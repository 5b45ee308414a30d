"""The results store of the scan: an SQLite ledger, one file per map definition.

Inside
------
- :class:`ScanStore` -- open (validating first) or create a store; record
  finished chunks atomically, each with a checksum of its content; check
  chunks when they are read back; claim chunks so that concurrent runs share
  the work; wait (with a message) while another process holds the file.
- :class:`ChunkRecord` -- what the store knows about one finished chunk.
- :class:`StoreBusy` -- the store stayed locked by another process too long.
- :func:`default_store_path` -- where a map's store lives by default: keyed
  on the map's canonical definition (``$CYCLEWRIGHT_DATA_DIR``, else the
  platform's user data directory), so every name of the same map shares it.
- :func:`adopt_legacy_store` -- a version-1 default store takes the
  version-2 name (and is migrated when opened).
- :func:`store_info`, :func:`list_stores`, :func:`remove_store` -- the
  stores on this machine (map, ranges, size, age), and removing one that no
  process is using.
- :data:`SCHEMA_VERSION`, :data:`SEMANTICS` -- versions checked on opening.

Layout (schema version 2)
-------------------------
``meta``
    ``schema_version``, ``semantics``, ``map_key`` (SHA-256 of the canonical
    definition), ``map_definition`` (canonical JSON), ``map_label``,
    ``created_by`` (code version), ``created_at``.
``scans``
    One row per scan configuration: ``side``, ``max_steps``,
    ``max_cycle_length`` (NULL when not given), the code version that
    created it.
``runs``
    Each invocation: range, chunk size, process id and host, start, last
    sign of life and end time, status (``running``, ``complete``,
    ``interrupted``). A ``running`` row whose process is gone is marked
    ``interrupted`` by the next process that opens the store.
``chunks``
    One row per chunk ``[lo, hi]`` (absolute values of the starts): status
    ``done`` (or ``damaged``), the counts per classification, how many starts
    the sieve decided, the sieve depth, seconds, code version, and a SHA-256
    checksum of everything the chunk contributes to a result (see below).
``cycles``
    Every cycle found (its minimum is signed; the record is JSON).
``unresolved``
    Per chunk, all unresolved starts (absolute values) as a little-endian
    int64 blob, with a byte per start telling whether the orbit passed 2^63.
``claims``
    Chunks a running process is computing, so that a second run of the same
    range computes other chunks (and waits for these).

Integrity
---------
A chunk's checksum covers the scan configuration, the range, the counts, the
sieve figures, the stored cycle rows whose ``|minimum|`` lies in the range
and the chunk's unresolved starts. :meth:`ScanStore.check` recomputes it and
checks that the counts are non-negative and add up to the range, that the
number of cycle rows equals the ``cycles`` count and that the unresolved
starts lie in the range and match the counts. A chunk failing any of these is
*damaged*: the scan then recomputes it (or refuses), and never reports it.
The cycles themselves are re-proved by exact iteration when read back
(:func:`prove_cycle_rows`, called by :mod:`cyclewright.cycles.scan.run`).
————————
◆ Exercise aim ◆
Return exactly, and only, the lines above starting at the line that contains "A chunk's checksum" and ending at the line that contains "number of cycle".

◆ Response ◆
A chunk's checksum covers the scan configuration, the range, the counts, the
sieve figures, the stored cycle rows whose ``|minimum|`` lies in the range
and the chunk's unresolved starts. :meth:`ScanStore.check` recomputes it and
checks that the counts are non-negative and add up to the range, that the
number of cycle rows equals the ``cycles`` count and that the unresolved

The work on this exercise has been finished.